# Food vendors, street food, and cafes...



## ZTraveler

When traveling in deep Mexico I always wanted to eat from the food carts. However, upon expressing this desire I was promptly counseled to NEVER eat off a food cart due to sanitation and hygiene issues. After observing the truthfulness of this, I resisted.

Now, when watching shows such as Bizarre Foods, or Anthony Bourdain I see them in Thailand, and in cafes off the street, whereby the food is touted as excellent. I hope this is the case, as I prefer this type of meal to a fancy restaurant - a good bowl of Tom Yum with rice noodle and vegetables I think is better than a fancily prepared chicken dish which costs 3 times as much (although I'm sure this is also welcome at times).

So, question is (after all that dribble): Can one eat off the food carts, sidewalk cafes, etc., and not worry about the wrath equivalent of Montezumas Revenge?

Ignorant question, but I hope to be enlightened...


----------



## duncbUK

They buy it (and sometimes grow it), they cook to order and then once all is sold they go home to their famillies. In contrast to a hotel who buy it freeze it..........

The better ones have regular customers so go to the busy food stalls. When buying deep fried chicken- take a look at the oil it is fried in, if its black then its probably old and you should steer clear.
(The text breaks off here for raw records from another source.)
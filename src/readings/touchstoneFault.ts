/** What is wrong with a Touchstone file, and in which line, counted from 1. */
export class TouchstoneFault extends Error {
  readonly line: number;

  constructor(line: number, message: string) {
    super(message);
    this.name = "TouchstoneFault";
    this.line = line;
  }
}
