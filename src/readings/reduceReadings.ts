import { OPEN, type TimedReading } from "./bracket.ts";
import { type CoverageChoice, type ReducedCover, reduceSeries, type TypeBInput } from "./reduceSeries.ts";

export interface ReduceReadingsInput extends CoverageChoice, TypeBInput {
  /** n + 1 bare readings [dB], the first before and the last after all covered ones. */
  readonly openDb: readonly number[];
  /** n covered readings [dB], taken in turn between the bare ones, in equal steps. */
  readonly coveredDb: readonly number[];
  readonly feedReturnLossDb?: number | undefined;
  readonly coveredReturnLossDb?: number | undefined;
}

export interface SuspectReading {
  readonly state: "open" | "covered";
  /** Place in openDb or coveredDb. */
  readonly index: number;
  /** How far the reading lies from where the others put it [dB]. */
  readonly shiftDb: number;
}

export interface ReducedReadings extends Omit<ReducedCover, "state"> {
  readonly degreesOfFreedom: number;
  /** Standard deviation of one reading [dB]. */
  readonly readingStandardDb: number;
  /** Kept in all figures; empty where every reading fits. */
  readonly outliers: readonly SuspectReading[];
}

/**
 * Insertion loss of one cover from readings taken in turn: open, covered, open, ..., covered, open.
 *
 * `reduceSeries` in equal steps.
 *
 * Source: see `reduceSeries`
 *
 * @param openDb               n + 1 bare readings [dB], n at least 2
 * @param coveredDb            n covered readings [dB]
 * @param repeatabilityDb      half-width of the bench's repeatability [dB], default 0.05
 * @param feedReturnLossDb     bare [dB], above 0
 * @param coveredReturnLossDb  covered [dB], above 0
 * @param coverage             factor k, default 2
 * @throws RangeError on other numbers of readings or an argument outside its range
 */
export function reduceReadings({
  openDb,
  coveredDb,
  coveredReturnLossDb,
  ...rest
}: ReduceReadingsInput): ReducedReadings {
  if (openDb.length !== coveredDb.length + 1) {
    throw new RangeError(
      `openDb must hold one reading more than coveredDb, got ${openDb.length} and ${coveredDb.length}`,
    );
  }
  const readings: TimedReading[] = openDb.flatMap((levelDb, i) => {
    const open = { time: 2 * i, state: OPEN, levelDb };
    const covered = coveredDb[i];
    return covered === undefined ? [open] : [open, { time: 2 * i + 1, state: "covered", levelDb: covered }];
  });
  const series = reduceSeries({
    readings,
    ...rest,
    ...(coveredReturnLossDb !== undefined && { coveredReturnLossDb: { covered: coveredReturnLossDb } }),
  });
  const { state: _, ...cover } = series.covers[0]!;
  const { outlier, degreesOfFreedom, readingStandardDb } = series;
  return {
    ...cover,
    degreesOfFreedom,
    readingStandardDb,
    outliers: outlier ? [suspect(outlier.reading, outlier.shiftDb)] : [],
  };
}

function suspect(reading: number, shiftDb: number): SuspectReading {
  return { state: reading % 2 === 0 ? "open" : "covered", index: Math.floor(reading / 2), shiftDb };
}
If the vendor looks clean and the customers look clean its probably going to be good. Same applies throughout the world.
Enjoy and Bon appetite




ZTraveler said:


> When traveling in deep Mexico I always wanted to eat from the food carts. However, upon expressing this desire I was promptly counseled to NEVER eat off a food cart due to sanitation and hygiene issues. After observing the truthfulness of this, I resisted.
> 
> Now, when watching shows such as Bizarre Foods, or Anthony Bourdain I see them in Thailand, and in cafes off the street, whereby the food is touted as excellent. I hope this is the case, as I prefer this type of meal to a fancy restaurant - a good bowl of Tom Yum with rice noodle and vegetables I think is better than a fancily prepared chicken dish which costs 3 times as much (although I'm sure this is also welcome at times).
> 
> So, question is (after all that dribble): Can one eat off the food carts, sidewalk cafes, etc., and not worry about the wrath equivalent of Montezumas Revenge?
> 
> Ignorant question, but I hope to be enlightened...


----------



## Rustyo

Thai street food for many years had a bad reputation and was strictly “taboo” for most tourists to Thailand, it was generally viewed as somewhat unhygienic, and rumours abounded that consumption of it could lead to serious stomach complaints(if you know what I mean!!).

I remember reading an article a few years ago that stated that "the average Thai person eats a meal outside of the home seventeen times PER WEEK", now I would never have believed that had I not actually lived here and seen it for myself!.

Generally, food in Thailand is so cheap, that it is often cheaper to eat out than to prepare & cook at home. 

Given the choice of eating in a swanky air-conditioned "restaurant" or a roadside traditional Thai "eatery", personally I would choose the eatery EVERYTIME.

As a useful guide here is a "Top Ten" list of Thai street food dishes.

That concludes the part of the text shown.